Unveiled in a 2,400-page rule, the complicated payment system took effect Jan. 1 last year, moving healthcare away from fee-for service toward value-based care. MACRA gave physicians two pathways to participate—the Merit-based Incentive Payment System (MIPS) and advanced alternative payment models.

The good news for doctors is that the government allowed a “pick your pace” option to let doctors ease into the quality reporting required by MIPS, the program that covers the vast majority of practices. As 2017 wound down, however, physician groups, including the American Medical Association and the Medical Group Management Association, were educating doctors about how to submit the minimum data before Dec. 31 in order to avoid a 4% payment penalty down the road.

And even as some doctors struggled to get on board, the Centers for Medicare & Medicaid Services released rules for year two of MACRA. Early criticism focused on the burden it placed on small practices, and CMS reacted by lowering the threshold so fewer physicians must participate in MIPS and by offering more support. However, the agency did not acquiesce to calls for further leniency: In 2018, doctors must submit a full 12 months of quality data.

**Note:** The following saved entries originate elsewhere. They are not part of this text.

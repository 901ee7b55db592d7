#pragma once
// Random streams. Every randomized computation owns one stream derived from (seed, stream id),
// so results never depend on the thread count, and a stream's state can be saved and restored
// bit for bit (for checkpoint and resume).
#include <boost/random/mersenne_twister.hpp>
#include <boost/random/seed_seq.hpp>
#include <boost/random/uniform_01.hpp>
#include <boost/random/uniform_int_distribution.hpp>
#include <cstdint>
#include <string>

namespace covey {

using Rng = boost::random::mt19937_64;

// A stream seeded from the user's seed and a stream id (chain number, worker number, ...).
Rng make_stream(std::uint64_t seed, std::uint64_t stream_id);

// Uniform double in [0, 1): the 53 high bits of one draw, identical on every platform.
inline double uniform01(Rng& rng) {
  return static_cast<double>(rng() >> 11) * 0x1.0p-53;
}

// Uniform integer in [0, bound) by Lemire's multiply-shift with rejection (exact, no modulo bias).
inline std::uint64_t uniform_below(Rng& rng, std::uint64_t bound) {
  unsigned __int128 m = static_cast<unsigned __int128>(rng()) * bound;
  std::uint64_t low = static_cast<std::uint64_t>(m);
  if (low < bound) {
    const std::uint64_t threshold = -bound % bound;
    while (low < threshold) {
      m = static_cast<unsigned __int128>(rng()) * bound;
      low = static_cast<std::uint64_t>(m);
    }
  }
  return static_cast<std::uint64_t>(m >> 64);
}

// Text serialization of a stream's full state (Boost's portable stream format).
std::string save_stream(const Rng& rng);
Rng load_stream(const std::string& state);

}  // namespace covey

For now, MACRA is here to stay, but the debate over the value of MIPS has gained steam in recent months. The Medicare Payment Advisory Commission has talked about recommending to Congress that it replace MIPS, which its staff called “burdensome and inequitable.”

Two recent studies have also raised concerns about the future success of MIPS, given failures with its predecessor, Medicare’s Value-Based Payment Modifier Program. A study found that almost 30% of practices took a financial penalty that cut their Medicare revenue rather than participate in the program.

Politics, Trump and healthcare

Healthcare dominated the political headlines in 2017. The 2016 elections brought a new president and a Republican-controlled Congress and immediately energized many doctors who feared the effect on their patients. Advocacy groups promised to fight any policies from Donald Trump that it perceived as hurting patients.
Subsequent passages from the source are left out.